▸ What to do
Here is the listing. Report each line in it that contains the string "auth".
+ + +
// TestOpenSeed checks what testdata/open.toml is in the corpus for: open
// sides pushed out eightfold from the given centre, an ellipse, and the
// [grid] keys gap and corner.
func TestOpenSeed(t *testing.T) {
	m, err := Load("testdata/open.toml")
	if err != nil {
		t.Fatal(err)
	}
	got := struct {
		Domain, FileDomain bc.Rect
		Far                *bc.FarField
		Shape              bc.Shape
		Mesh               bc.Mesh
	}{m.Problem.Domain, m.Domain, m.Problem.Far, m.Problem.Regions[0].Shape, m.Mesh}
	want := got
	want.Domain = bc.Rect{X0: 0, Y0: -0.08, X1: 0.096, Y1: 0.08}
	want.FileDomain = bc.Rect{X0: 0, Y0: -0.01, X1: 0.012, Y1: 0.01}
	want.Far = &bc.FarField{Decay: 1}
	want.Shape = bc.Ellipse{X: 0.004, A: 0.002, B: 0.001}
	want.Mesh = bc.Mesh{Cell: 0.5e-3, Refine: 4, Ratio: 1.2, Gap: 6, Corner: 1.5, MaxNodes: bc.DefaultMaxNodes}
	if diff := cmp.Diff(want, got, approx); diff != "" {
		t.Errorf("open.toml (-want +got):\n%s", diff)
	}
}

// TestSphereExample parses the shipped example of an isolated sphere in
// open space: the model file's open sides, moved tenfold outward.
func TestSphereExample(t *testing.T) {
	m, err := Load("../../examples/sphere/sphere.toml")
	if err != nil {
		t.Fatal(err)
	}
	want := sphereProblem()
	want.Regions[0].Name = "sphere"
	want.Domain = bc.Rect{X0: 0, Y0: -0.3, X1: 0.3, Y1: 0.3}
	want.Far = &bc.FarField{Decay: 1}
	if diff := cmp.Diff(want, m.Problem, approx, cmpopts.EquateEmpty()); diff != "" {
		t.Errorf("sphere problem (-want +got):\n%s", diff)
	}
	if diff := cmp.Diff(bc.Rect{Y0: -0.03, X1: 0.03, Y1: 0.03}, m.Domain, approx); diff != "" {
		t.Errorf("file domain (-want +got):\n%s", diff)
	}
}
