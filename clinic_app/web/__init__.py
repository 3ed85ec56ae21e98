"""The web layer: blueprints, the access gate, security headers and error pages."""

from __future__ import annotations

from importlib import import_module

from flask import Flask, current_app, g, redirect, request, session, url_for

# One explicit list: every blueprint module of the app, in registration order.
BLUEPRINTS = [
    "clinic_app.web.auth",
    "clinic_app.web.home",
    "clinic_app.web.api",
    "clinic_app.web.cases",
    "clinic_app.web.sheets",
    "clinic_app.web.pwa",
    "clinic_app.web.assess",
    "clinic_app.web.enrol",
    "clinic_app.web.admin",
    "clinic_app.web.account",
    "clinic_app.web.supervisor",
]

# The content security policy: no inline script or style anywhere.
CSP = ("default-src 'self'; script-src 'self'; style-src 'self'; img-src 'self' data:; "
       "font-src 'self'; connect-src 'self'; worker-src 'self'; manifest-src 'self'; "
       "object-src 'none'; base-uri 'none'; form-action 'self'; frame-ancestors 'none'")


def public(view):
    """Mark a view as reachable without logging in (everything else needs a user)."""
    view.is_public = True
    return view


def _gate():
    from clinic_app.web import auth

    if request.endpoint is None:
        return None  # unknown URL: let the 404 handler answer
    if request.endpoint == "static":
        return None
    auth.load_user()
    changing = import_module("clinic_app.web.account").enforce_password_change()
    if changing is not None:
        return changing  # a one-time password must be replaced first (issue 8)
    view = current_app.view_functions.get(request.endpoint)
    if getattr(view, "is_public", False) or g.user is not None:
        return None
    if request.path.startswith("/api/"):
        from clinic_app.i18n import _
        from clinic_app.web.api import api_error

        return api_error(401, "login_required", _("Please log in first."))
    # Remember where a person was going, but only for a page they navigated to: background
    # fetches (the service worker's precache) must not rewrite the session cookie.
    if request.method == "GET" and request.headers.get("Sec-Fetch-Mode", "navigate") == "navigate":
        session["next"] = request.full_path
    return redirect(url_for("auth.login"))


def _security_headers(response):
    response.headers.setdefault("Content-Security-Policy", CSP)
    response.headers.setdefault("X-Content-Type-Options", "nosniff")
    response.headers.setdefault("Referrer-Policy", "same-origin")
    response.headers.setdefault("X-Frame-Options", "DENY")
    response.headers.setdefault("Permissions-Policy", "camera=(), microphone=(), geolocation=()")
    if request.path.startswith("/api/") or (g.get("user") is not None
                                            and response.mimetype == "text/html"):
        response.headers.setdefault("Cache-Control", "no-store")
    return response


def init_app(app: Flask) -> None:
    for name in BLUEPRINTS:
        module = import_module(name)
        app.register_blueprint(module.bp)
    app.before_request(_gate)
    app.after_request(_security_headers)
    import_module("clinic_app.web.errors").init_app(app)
+ + +
▸ Worked solution
    "clinic_app.web.auth",
    from clinic_app.web import auth
    auth.load_user()
    return redirect(url_for("auth.login"))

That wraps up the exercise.